Segment Open

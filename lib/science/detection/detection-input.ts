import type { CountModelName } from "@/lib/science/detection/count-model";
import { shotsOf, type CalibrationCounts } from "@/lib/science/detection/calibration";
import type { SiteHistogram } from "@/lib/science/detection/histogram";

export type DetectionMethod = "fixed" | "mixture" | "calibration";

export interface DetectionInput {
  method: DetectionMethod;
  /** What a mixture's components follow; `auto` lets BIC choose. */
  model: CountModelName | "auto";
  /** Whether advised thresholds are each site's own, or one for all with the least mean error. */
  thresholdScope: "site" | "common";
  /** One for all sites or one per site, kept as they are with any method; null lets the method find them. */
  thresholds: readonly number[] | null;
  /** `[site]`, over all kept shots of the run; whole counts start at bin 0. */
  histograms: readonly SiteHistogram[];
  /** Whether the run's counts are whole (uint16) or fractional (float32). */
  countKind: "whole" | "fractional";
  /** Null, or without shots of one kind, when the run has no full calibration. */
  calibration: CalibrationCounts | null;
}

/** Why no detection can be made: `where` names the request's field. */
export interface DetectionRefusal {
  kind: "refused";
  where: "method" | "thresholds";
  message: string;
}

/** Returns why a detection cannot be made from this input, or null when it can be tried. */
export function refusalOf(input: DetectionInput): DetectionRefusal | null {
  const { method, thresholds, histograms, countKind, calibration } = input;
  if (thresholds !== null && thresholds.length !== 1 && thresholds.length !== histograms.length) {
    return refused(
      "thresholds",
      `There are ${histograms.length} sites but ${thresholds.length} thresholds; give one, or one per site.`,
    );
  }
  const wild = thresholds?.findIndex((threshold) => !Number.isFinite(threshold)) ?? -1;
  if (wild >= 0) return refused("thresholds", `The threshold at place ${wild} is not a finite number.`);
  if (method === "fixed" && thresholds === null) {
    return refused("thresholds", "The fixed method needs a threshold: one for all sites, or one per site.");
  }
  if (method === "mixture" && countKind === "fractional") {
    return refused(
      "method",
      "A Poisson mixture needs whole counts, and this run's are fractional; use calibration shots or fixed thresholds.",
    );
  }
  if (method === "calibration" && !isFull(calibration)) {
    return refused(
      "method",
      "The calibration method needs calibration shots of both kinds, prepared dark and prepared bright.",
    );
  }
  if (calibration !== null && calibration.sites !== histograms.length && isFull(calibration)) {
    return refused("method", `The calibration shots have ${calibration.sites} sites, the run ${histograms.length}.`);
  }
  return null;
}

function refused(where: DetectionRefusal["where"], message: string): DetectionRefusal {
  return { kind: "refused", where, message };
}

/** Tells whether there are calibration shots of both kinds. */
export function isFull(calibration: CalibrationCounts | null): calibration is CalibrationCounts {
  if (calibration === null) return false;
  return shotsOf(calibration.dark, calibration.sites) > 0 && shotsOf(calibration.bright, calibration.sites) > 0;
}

Segment Closed

§ **Assignment**: Everything in the material above should be output exactly.

§ **Exercise result**:
filename lib/science/detection/detection-input.ts
import type { CountModelName } from "@/lib/science/detection/count-model";
import { shotsOf, type CalibrationCounts } from "@/lib/science/detection/calibration";
import type { SiteHistogram } from "@/lib/science/detection/histogram";

export type DetectionMethod = "fixed" | "mixture" | "calibration";

export interface DetectionInput {
  method: DetectionMethod;
  /** What a mixture's components follow; `auto` lets BIC choose. */
  model: CountModelName | "auto";
  /** Whether advised thresholds are each site's own, or one for all with the least mean error. */
  thresholdScope: "site" | "common";
  /** One for all sites or one per site, kept as they are with any method; null lets the method find them. */
  thresholds: readonly number[] | null;
  /** `[site]`, over all kept shots of the run; whole counts start at bin 0. */
  histograms: readonly SiteHistogram[];
  /** Whether the run's counts are whole (uint16) or fractional (float32). */
  countKind: "whole" | "fractional";
  /** Null, or without shots of one kind, when the run has no full calibration. */
  calibration: CalibrationCounts | null;
}

/** Why no detection can be made: `where` names the request's field. */
export interface DetectionRefusal {
  kind: "refused";
  where: "method" | "thresholds";
  message: string;
}

/** Returns why a detection cannot be made from this input, or null when it can be tried. */
export function refusalOf(input: DetectionInput): DetectionRefusal | null {
  const { method, thresholds, histograms, countKind, calibration } = input;
  if (thresholds !== null && thresholds.length !== 1 && thresholds.length !== histograms.length) {
    return refused(
      "thresholds",
      `There are ${histograms.length} sites but ${thresholds.length} thresholds; give one, or one per site.`,
    );
  }
  const wild = thresholds?.findIndex((threshold) => !Number.isFinite(threshold)) ?? -1;
  if (wild >= 0) return refused("thresholds", `The threshold at place ${wild} is not a finite number.`);
  if (method === "fixed" && thresholds === null) {
    return refused("thresholds", "The fixed method needs a threshold: one for all sites, or one per site.");
  }
  if (method === "mixture" && countKind === "fractional") {
    return refused(
      "method",
      "A Poisson mixture needs whole counts, and this run's are fractional; use calibration shots or fixed thresholds.",
    );
  }
  if (method === "calibration" && !isFull(calibration)) {
    return refused(
      "method",
      "The calibration method needs calibration shots of both kinds, prepared dark and prepared bright.",
    );
  }
  if (calibration !== null && calibration.sites !== histograms.length && isFull(calibration)) {
    return refused("method", `The calibration shots have ${calibration.sites} sites, the run ${histograms.length}.`);
  }
  return null;
}

function refused(where: DetectionRefusal["where"], message: string): DetectionRefusal {
  return { kind: "refused", where, message };
}

/** Tells whether there are calibration shots of both kinds. */
export function isFull(calibration: CalibrationCounts | null): calibration is CalibrationCounts {
  if (calibration === null) return false;
  return shotsOf(calibration.dark, calibration.sites) > 0 && shotsOf(calibration.bright, calibration.sites) > 0;
}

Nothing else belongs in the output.